Kediri, serayunusantara.com — Sebagai bentuk kesiapan mental dan spiritual, Satlantas Polres Kediri Kota menggelar acara doa bersama sebelum memulai pelaksanaan Operasi Keselamatan 2026.
Kegiatan ini diikuti oleh seluruh jajaran personel kepolisian dengan tujuan memohon kelancaran, keamanan, serta keselamatan, baik bagi petugas yang bertugas di lapangan maupun bagi seluruh masyarakat pengguna jalan selama masa operasi berlangsung, Minggu (01/02/2026).
Operasi Keselamatan 2026 sendiri dirancang untuk menekan angka kecelakaan lalu lintas serta meningkatkan kedisiplinan warga dalam berkendara.
Melalui pendekatan yang humanis, kepolisian berharap operasi kali ini tidak hanya berfokus pada penindakan, tetapi juga pada edukasi masif mengenai pentingnya mematuhi rambu-rambu lalu lintas demi kenyamanan bersama di wilayah hukum Kota Kediri.
Nanang (38), salah seorang warga yang kebetulan melintas di area kegiatan, memberikan tanggapan positifnya.
“Bagus kalau diawali dengan doa, semoga petugasnya tetap sabar dan ramah saat mengedukasi warga di jalan.

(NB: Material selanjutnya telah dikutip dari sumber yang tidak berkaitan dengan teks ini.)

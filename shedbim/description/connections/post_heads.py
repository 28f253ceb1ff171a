"""The heads of gable posts that a user describes."""

from __future__ import annotations

from typing import Annotated, Literal, get_args

from shedbim.fields import Choice, Options, default

__all__ = ["PostHeadOptions"]

_Size = Literal["M12", "M16", "M20", "M24"]


class PostHeadOptions(Options):
    """The heads of gable posts, which slide so that the roof puts no load on the post."""

    size: Annotated[_Size, Choice(*get_args(_Size))] = default("M16", "thread of the two bolts in long slots")
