"""The gussets of angle trusses that a user describes."""

from __future__ import annotations

from typing import Annotated, Literal, get_args

from shedbim import units
from shedbim.fields import Choice, Options, Quantity, default, left_out

__all__ = ["TrussGussetOptions"]

_Fastening = Literal["welded", "bolted"]
_Count = Literal["2", "3", "4"]
_Size = Literal["M12", "M16", "M20", "M24"]


class TrussGussetOptions(Options):
    """The gussets at the nodes of trusses of angles."""

    fastening: Annotated[_Fastening, Choice(*get_args(_Fastening))] = default(
        "welded",
        "how webs are fastened to the gussets; one joined on site is always bolted, chords are always welded",
    )
    lap: Annotated[float, Quantity(units.LENGTH, "60 mm", "600 mm")] | None = left_out(
        "twice the leg", "length of the weld along the heel of an angle that ends at a gusset"
    )
    bolts: Annotated[_Count, Choice(*get_args(_Count))] = default("2", "number of bolts in an end of a web")
    size: Annotated[_Size, Choice(*get_args(_Size))] | None = left_out(
        "the largest up to M20 that the leg takes", "thread of the bolts of webs"
    )
    packs: Annotated[float, Quantity(units.LENGTH, "300 mm", "3 m")] = default(
        "1 m", "greatest distance of the plates that hold the two angles of a pair together"
    )
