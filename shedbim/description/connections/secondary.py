"""The joints of purlins and rails that a user describes: cleats, sleeves, sag bars, flange stays."""

from __future__ import annotations

from typing import Annotated, Literal, get_args

from shedbim import units
from shedbim.fields import ROLLED, Choice, Options, Quantity, SectionOf, Whole, WordOr, default
from shedbim.sections.profiles import Angle
from shedbim.sections.section import Section

__all__ = ["CleatOptions", "SagBarOptions", "StayOptions"]

_Bolt = Literal["by depth", "M12", "M16"]
_Continuity = Literal["butted", "sleeved", "lapped"]
_Sides = Literal["one", "both"]


class CleatOptions(Options):
    """The cleats that purlins and rails are bolted to."""

    thickness: Annotated[float, Quantity(units.LENGTH, "5 mm", "20 mm")] = default(
        "8 mm", "thickness of the cleats"
    )
    bolt: Annotated[_Bolt, Choice(*get_args(_Bolt))] = default(
        "by depth", "bolts of purlins and rails; by depth: M16 where these are 200 mm deep or more, else M12"
    )
    continuity: Annotated[_Continuity, Choice(*get_args(_Continuity))] = default(
        "butted",
        "purlins over a frame: butted with a gap, sleeved by a channel bolted to both webs, or lapped: each runs "
        "on over the frame and nests in the next, which lies the other flange up and lower by its wall",
    )
    sleeve: Annotated[float, Quantity(units.LENGTH, "400 mm", "2.8 m")] = default(
        "1.4 m", "overall length of the sleeves"
    )
    lap: Annotated[float, Quantity(units.LENGTH, "400 mm", "2.8 m")] = default(
        "1.2 m", "overall length of the laps, half on either side of a frame"
    )


class SagBarOptions(Options):
    """The ends of sag bars."""

    slant: Annotated[float, Quantity(units.ANGLE, "0 deg", "5 deg")] = default(
        "5 deg", "greatest slant to the web at which a bar passes it; beyond, the bar gets an end plate"
    )


class StayOptions(Options):
    """The stays between the lower flanges of rafters and the purlins."""

    every: Annotated[int | Literal["by rule"], WordOr("by rule", Whole(0, 20))] = default(
        "by rule",
        "a stay at every so many purlins, 0: none; by rule: every second one over rafters of inner frames",
    )
    sides: Annotated[_Sides, Choice(*get_args(_Sides))] = default(
        "one", "one side of the rafter, then the stay is an angle; or both"
    )
    section: Annotated[Section, SectionOf(Angle)] = default("L 50x50x5", "section of the stays")
    grade: Annotated[str, ROLLED] = default("S275", "steel grade of the stays")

Pesan dari saya untuk sesama pengendara, jangan hanya tertib saat ada operasi saja,” ujarnya dengan bijak.
Data statistik menunjukkan bahwa kegiatan edukatif dan preventif seperti ini terbukti mampu menurunkan potensi pelanggaran fatal di titik-titik rawan kemacetan Kota Kediri.
Selain doa bersama, jajaran Satlantas juga telah menyiapkan berbagai sarana sosialisasi mulai dari pembagian pamflet hingga edukasi melalui media sosial guna menjangkau pengendara dari berbagai kalangan usia.
Dengan dimulainya Operasi Keselamatan 2026 yang diawali dengan niat tulus dan doa, diharapkan kesadaran berlalu lintas masyarakat Kota Kediri semakin meningkat, sehingga tercipta ruang jalan yang aman, tertib, dan bebas dari insiden kecelakaan yang merugikan. (Fis/Serayu)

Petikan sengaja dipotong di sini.